The session will cover three imaging technologies that are either being widely used already or having great potential in medical research: molecular imaging, immunohistochemistry (IHC) and imaging mass spectrometry. The speakers will discuss recent advances and provide case studies to highlight the power of those technologies. In addition, we will feature a talk on picosecond infrared laser (PIRL) as a scalpel, which is a novel technology that could help achieving fundamental (single cell) limits to minimally invasive surgery and biodiagnostics and potentially push the limits to ‘Make a Molecular Map of the Cell’. Molecular imaging focuses on real-time distribution of molecules of medical interest in a living body. It allows researchers to see how the body is functioning and the progress of medical treatment. IHC is used to identify the presence and location of proteins. It can be used to identify new protein biomarkers for disease progressions and potential therapeutic targets. Imaging mass spectrometry is a label-free technology. It has potential ability to reveal distributions of drugs, metabolites and biomarkers cross a tissue section with high spatial resolution, high sensitivity and high molecular specificity. While many aspects of these technologies continue to be optimized, they have shown very promising applications in drug discovery and development.

Session focusing on gene therapy

  • As gene therapy gains prominence in bioanalytical work, what are the challenges we face?

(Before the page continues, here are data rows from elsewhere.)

/** Builds the console with Vite (the same command as `npm run console:build`) before the browser tests. */
import { spawnSync } from 'node:child_process';
import { resolve } from 'node:path';

const ROOT = resolve(import.meta.dirname, '../..');

/** Builds into console/dist, or into `outDir` (absolute) so a check can read its own build. */
export function buildConsole(outDir?: string): void {
  const vite = resolve(ROOT, 'node_modules/vite/bin/vite.js');
  const args = [vite, 'build', '--config', 'console/vite.config.ts', ...(outDir ? ['--outDir', outDir, '--emptyOutDir'] : [])];
  const run = spawnSync(process.execPath, args, { cwd: ROOT, encoding: 'utf8' });
  if (run.status !== 0) throw new Error(`console build failed (exit ${run.status}):\n${run.stdout}\n${run.stderr}`);
}
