/**
 * Invented problems for the service tests. `examples/two-body-demo.json` (the planner's fast demo) is used
 * for jobs that really run; `schemaValidProblem()` only needs to pass validation (an invented spacecraft on
 * an Earth orbit; numbers are illustrative, not a mission's).
 */
import { existsSync, readFileSync } from 'node:fs';
import { resolve } from 'node:path';

const ROOT = resolve(import.meta.dirname, '../..');
export const TWO_BODY_DEMO = resolve(ROOT, 'examples/two-body-demo.json');

/** A schema- and semantics-valid problem (Earth two-body, one burn, one position target). */
export function schemaValidProblem(): Record<string, any> {
  return {
    title: 'service test problem',
    spacecraft: { name: 'TESTSAT-1', massKg: 500, engine: { ispS: 220, thrustN: 22 } },
    initialState: {
      epoch: '2031-03-01T00:00:00 TDB', centre: 'earth', frame: 'J2000_EQUATORIAL',
      positionKm: [7000, 0, 0], velocityKmS: [0, 7.546, 0],
    },
    endEpoch: '2031-03-01T02:00:00 TDB',
    forceModel: { centralBody: 'earth' },
    burns: [{ label: 'TCM-1', epoch: '2031-03-01T00:10:00 TDB', frame: 'RTN', deltaVGuessKmS: [0, 0.001, 0] }],
    targets: [{ kind: 'position', epoch: '2031-03-01T01:00:00 TDB', centre: 'earth', positionKm: [-6000, 3600, 0], toleranceKm: 1 }],
  };
}

/** The planner's two-body demo problem, or null while it does not exist. */
export function twoBodyDemo(): Record<string, any> | null {
  if (!existsSync(TWO_BODY_DEMO)) return null;
  return JSON.parse(readFileSync(TWO_BODY_DEMO, 'utf8')) as Record<string, any>;
}

/** A submission body. */
export function submission(problem: Record<string, unknown>, extra: Record<string, unknown> = {}): Record<string, unknown> {
  return { problem, reason: 'service test: correct the approach after the latest orbit determination', ...extra };
}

The rapid growth in gene therapy bioanalysis is causing a demand for practices and technologies (e.g., qPCR, ddPCR, FLOW) to now be implemented in regulated laboratory environments. This is challenging the pharma and CRO industries to quickly identify and develop the talent for their labs while at the same time implementing GLP, GCLP and GCP practices where none existed. Many of the gene therapies require tissue measurements to evaluate update of the therapy, especially as circulating levels frequently do not correlate well with efficacy. Companies are also faced with a limited regulatory experience with gene therapy and a total lack of bioanalytical guidance. Thinking that the various global Bioanalytical Method Guidance documents can be applied to these new technologies ignores the very practical differences and limitations in the technologies (e.g., reference standards for Flow cytometry when cell viability is very short). Adding to this are the array of types of gene therapy, many are not a single molecule (viral vectors and nanaoparticle delivery systems) and the need to measure PK, PD and immunogenicity. Lastly, many of the electronic lab notebooks, LIMS and data systems have not yet caught up with the new practices and technologies, requiring hybrid systems be used for managing the work.

  • What are the key considerations of preclinical and clinical bioanalytical studies of gene therapies?

Early decision making on the which analytes need to be measured and in what matrices is essential. For example, a gene therapy using a viral vector delivery system may require:

  • 1) prescreening patients for antibodies to the vector
  • 2) measurement of both the gene therapy (free and in the virus) and viral vector (loaded and empty) in circulation and tissues
  • 3) one or more measurements of the product of the delivered gene (mRNA, protein)
  • 4) a disease biomarker and
  • 5) immunogenicity assays for the viral vector and gene payload.

Many of these are not simple assays to develop, thus early decisions enable bioanalytical scientists time to have the assays in place for preclinical and clinical study starts.